Hawkins co-writes with Bryan Hill. There’s no clear breakdown, but it is apparent that the dialogue is weaker, with characters often explaining for the benefit of readers rather than the person they’re talking to. While it shocks in solving a duplication of talent problem this series has, the ending is unsatisfying, with a new character arriving from left field to mop up the problem. What happens leaves the Tithe cast cut adrift and hurting, and the opening story picks up from there.
All artwork is by Atilio Rojo, whose storytelling is strong, but initially features too many obviously posed figures, sometimes with mad, staring eyes on ‘Eden’s Fall’. His later work on the opening story is more polished, with greater thought applied to the layouts and greatly improved action scenes.
When introduced in The Tithe Vol. 1 Samantha Copeland was Samaritan, a very careful and capable hacker with a social conscience, whose activities stretched to physical robberies from corrupt preachers. She’s been through a lot since, and is set on making people pay. It’s some time after the end of ‘Eden’s Fall’, and Sam is aware of the shocking manipulations resulting in the latest American President coming to power, atrocities unknown to the public, but which she can’t prove.

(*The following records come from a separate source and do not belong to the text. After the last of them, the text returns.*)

1. **Lock.** ``.DIR.rotorbook-lock`` beside the folder is locked with :mod:`filelock` (``flock``
   on POSIX) for the whole run, and the owner's pid and start time are written into it. A
   second run fails at once (``wait=False``) or waits. The operating system drops the lock when
   its owner dies, so a lock is never stale; a lock file that still names an owner when the
   lock is taken was left by a run that died, and what that run left behind is cleared.
2. **Check.** A folder that holds another design's records (another SHA-256) is refused unless
   ``force``; an existing record of the same workbook is refused unless ``force``; a folder
   holding anything that is not a record (a design file, a sub-folder) is always refused, since
   the folder is replaced as a whole.
3. **Stage.** The new set is written into ``.DIR.staging-<pid>-<random>`` beside the folder,
   starting from hard links to the records it keeps (same design, other workbooks).
4. **Swap.** When every record and the index are written, the staging folder and ``DIR`` are
   exchanged in one ``renameat2(RENAME_EXCHANGE)`` call on Linux; elsewhere (or where the file
   system refuses it) ``DIR`` is renamed to ``.DIR.previous-<pid>-<random>`` and the staging
   folder to ``DIR``, and a run that dies between the two renames has the previous set put
   back by the next run. Then the previous set is removed.

A run that dies at any point leaves either the previous set or the new one in ``DIR``, never a
mix; a failure while writing (disk full, no permission) removes the staging folder and raises
:class:`~kit.errors.RecordError` with one line.
"""

from __future__ import annotations

import ctypes
import ctypes.util
import datetime as _dt
import errno
import json
import os
import re
import secrets
import shutil
import sys
from collections.abc import Iterable
from dataclasses import dataclass
from pathlib import Path

from kit.errors import RecordError
from kit.fileio import write_atomic

#: The file in a record folder that names the design its records belong to.
MANIFEST = ".rotorbook-set.json"
MANIFEST_SCHEMA = "rotorbook.recordset/1"
#: Jupyter's autosave folder, carried over from the previous set.
CHECKPOINTS = ".ipynb_checkpoints"
#: File suffixes a record folder may hold.
RECORD_SUFFIXES = (".html", ".ipynb")

#: Errors of writing files that become one line and exit 2 (others keep their traceback).
_WRITE_ERRNOS = frozenset({errno.ENOSPC, errno.EDQUOT, errno.EFBIG, errno.EROFS, errno.EACCES,
                           errno.EPERM, errno.EIO, errno.ENAMETOOLONG})
_RENAME_EXCHANGE = 2  # linux/fs.h
_AT_FDCWD = -100


def lock_path(folder: Path) -> Path:
    """The lock file beside ``folder``: ``.<name>.rotorbook-lock``."""
    return folder.parent / f".{folder.name}.rotorbook-lock"


def _side(folder: Path, kind: str) -> Path:
    return folder.parent / f".{folder.name}.{kind}-{os.getpid()}-{secrets.token_hex(4)}"


def _leftovers(folder: Path, kind: str) -> list[Path]:
    pattern = re.compile(re.escape(f".{folder.name}.{kind}-") + r"\d+-[0-9a-f]{8}$")
    try:
        return sorted(p for p in folder.parent.iterdir() if pattern.match(p.name))
    except OSError:
        return []


def _pid_alive(pid: int) -> bool:
    try:
        os.kill(pid, 0)
    except ProcessLookupError:
        return False
    except PermissionError:
        return True
    return True


def _parse_owner(data: bytes) -> dict:
    try:
        owner = json.loads(data.decode("utf-8")) if data.strip() else {}
    except ValueError:
        return {}
    return owner if isinstance(owner, dict) else {}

While having some similarities to the first Tithe outing, Samaritan is far better than ‘Eden’s Fall’. There’s tension, surprises, and because it’s the final volume there’s no telling how things will play out. Hawkins has researched well, and makes good use of his findings to present a credible world of hi-tech spycraft. The only unfortunate aspect is that for all the thrills, this isn’t a story that ends in Samaritan. The plans were to continue in a series starring Mirra Sway, planned for 2018, but which never manifested. It leaves both stories here compromised, which is a shame after Hawkins pulled things back from an uncharacteristic quality dip.